Implementation of xSPECT, xSPECT bone and Broadquant from literature, clinical survey and innovative phantom study with task-based image quality assessment.

Objective: From patient and phantom studies, we aimed to highlight an original implementation process and share a two-years experience clinical feedback on xSPECT (xS), xSPECT Bone (xB) and Broadquant quantification (Siemens) for Tc-bone and Lu-NET (neuroendocrine tumors) imaging.

Methods: Firstly, we checked the relevance of implemented protocols and Broadquant module on the basis of literature and with a homogeneous phantom study respectively. Then, we described xS and xB behaviours with reconstruction parameters (10i-0mm to 40i-20mm) and optimized the protocols through a blinded survey (7 physicians). Finally, the preferred Tc-bone reconstruction was assessed through an IEC NEMA phantom including liquid bone spheres. Conventional SNR, CNR, spatial resolution, Q.%error, and recovery curves; and innovative NPS, TTF and detectability score d' were performed (ImQuest software). We also sought to review the adoption of these tools in clinical routine and showed the potential of quantitative xB in the context of theranostics (Xofigo®).

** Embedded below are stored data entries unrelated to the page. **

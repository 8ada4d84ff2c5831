/* twinhorizon: linear stability of sonic horizon pairs in Bose-Einstein condensates
 * SPDX-License-Identifier: GPL-3.0-or-later
 *
 * The depth at which a plateau forms. May call: stationary, trap, state, status.
 * Symbols: rho = n/n_u, rho_p on the plateau, w width, Z strength of a barrier, d(x) distance
 * upstream of the edge, k inverse width of the soliton.
 * Proved by tests/test_potential.c. */
#include "plateau.h"

#include <gsl/gsl_math.h>

/* Widths of the steps from a sharp edge: from this part of a healing length, by this factor. */
#define FIRST_WIDTH 0.1
#define WIDEN       1.5
/* The steps end where the next would widen by less than this factor. */
#define NARROW 1.003

static bool is_barrier(const th_trap *trap)
{
    return trap->kind == TH_TRAP_BARRIER || trap->kind == TH_TRAP_BARRIERS;
}

static double edge_of(const th_trap *trap)
{
    return trap->kind == TH_TRAP_WELL || trap->kind == TH_TRAP_BARRIERS ? -trap->half : 0;
}

/* Shortest length of the solution: the zeros of n lie asin(m)/k off the bottom of a soliton. */
static double scale_of(const th_upstream *up)
{
    const double c = up->state.c_u, v = up->v_u;

    return asin(v / c) / sqrt((c - v) * (c + v));
}

/* The sharp case: depth and a(x). */
static double first_depth(const th_trap *trap, const th_upstream *up, double rho_p)
{
    if (is_barrier(trap)) /* a' jumps from -(1 - rho) sqrt(orbit) to 0 = 2 Z a higher */
        return (1 - rho_p) * sqrt(fmax(0, th_upstream_orbit(up, rho_p))) / (2 * rho_p) /
               (trap->width * sqrt(M_PI)) * sqrt(rho_p);
    return th_upstream_excess(up, rho_p);
}

static void first_guess(th_stationary *s, double rho_p)
{
    const double bottom = th_upstream_bottom(&s->up), edge = edge_of(s->trap);
    const double k = sqrt(th_upstream_room(&s->up, 1));
    /* where the soliton has rho_p */
    const double start = atanh(sqrt(fmax(0, (rho_p - bottom) / (1 - bottom))));
    const int p = s->rule->order;

    for (int e = 0; e < s->elements; e++)
        for (int j = 0; j <= p; j++) {
            const double d = fmax(0, edge - th_stationary_node(s, e, j)), t = tanh(k * d + start);

            s->a[e * p + j] = sqrt(bottom + (1 - bottom) * t * t);
        }
}

/* One width: from the flow at another, or from the sharp edge when there is none. TH_ENONE when
 * Newton's method ends at no supersonic plateau. */
static th_status at_width(th_trap *trap, const th_upstream *up, const th_gll *rule, double width,
                          const th_stationary *from, double from_width, th_stationary *out,
                          th_error *err)
{
    const double rho_p =
        is_barrier(trap) ? th_upstream_uniform(up, 0, false) : th_upstream_bottom(up);
    th_error why;
    th_status st = th_trap_make(trap->kind, 2 * trap->half, width, NULL, trap, err);

    if (st == TH_OK)
        st = th_stationary_create(trap, up, true, rho_p, scale_of(up), rule, out, err);
    if (st != TH_OK)
        return st;
    out->free_depth = true;
    if (from == NULL) {
        out->depth = first_depth(trap, up, rho_p);
        first_guess(out, rho_p);
    } else {
        out->depth = is_barrier(trap) ? from->depth * from_width / width : from->depth;
        th_stationary_carry(from, out);
    }
    st = th_stationary_solve(out, &why);
    if (st == TH_ECONVERGE)
        return TH_ENONE;
    if (st != TH_OK)
        return th_fail(err, st, "%s", why.text);
    {
        const double last = out->a[out->elements * rule->order];

        return out->depth > 0 && th_upstream_room(up, last * last) < 0 ? TH_OK : TH_ENONE;
    }
}

th_status th_plateau_find(th_trap *trap, const th_upstream *up, const th_gll *rule,
                          th_stationary *out, th_error *err)
{
    const double target = trap->width;
    double good = 0, factor = WIDEN, width = fmin(target, FIRST_WIDTH / up->state.c_u);
    th_stationary last = {0}, now = {0};
    th_status st;

    for (;;) {
        st = at_width(trap, up, rule, width, good > 0 ? &last : NULL, good, &now, err);
        if (st == TH_ENONE && good > 0 && factor > NARROW) { /* a shorter step */
            const double failed = width;

            th_stationary_clear(&now);
            while (width >= failed && factor > NARROW) {
                factor = sqrt(factor);
                width = good * factor;
            }
            continue;
        }
        if (st != TH_OK || width >= target)
            break;
        th_stationary_clear(&last);
        last = now;
        now = (th_stationary){0};
        good = width;
        width = fmin(target, factor * width);
    }
    th_stationary_clear(&last);
    if (st == TH_OK) {
        *out = now;
        return TH_OK;
    }
    th_stationary_clear(&now);
    if (st == TH_ENONE && good > 0)
        st = th_fail_key(err, TH_EINVAL, "width",
                         "width = %.6g: no depth makes a supersonic plateau; edges narrower than "
                         "about %.2g do",
                         target, good);
    else if (st == TH_ENONE && !(trap->half > 0))
        st =
            th_fail_key(err, TH_EINVAL, "mach",
                        "mach = %.6g: no depth makes a supersonic plateau, however narrow the edge",
                        up->v_u / up->state.c_u);
    else if (st == TH_ENONE)
        st = th_fail_key(err, TH_EINVAL, "gap",
                         "gap = %.6g: no depth makes a supersonic plateau in so short a pocket",
                         2 * trap->half);
    return st;
}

Results: We showed the need of optimization of implemented reconstruction algorithms and pointed out a decay correction particularity with Broadquant. Preferred parameters were 1s-25i-8mm and 1s-25i-5mm for xS/xB-bone and xS-NET imaging respectively. The phantom study highlighted the different image quality especially for the enhanced spatial resolution xB algorithm (1/TTF=2.1 mm) and showed F3D and xB shared the best performances in terms of image quality and quantification. xS was generally less efficient.

Conclusions: Qualitative F3D still remains the clinical standard, xB and Broadquant offer challenging perspectives in theranostics. We introduced the potential of innovative metrics for image quality analysis and showed how CT tools should be adapted to fit nuclear medicine imaging.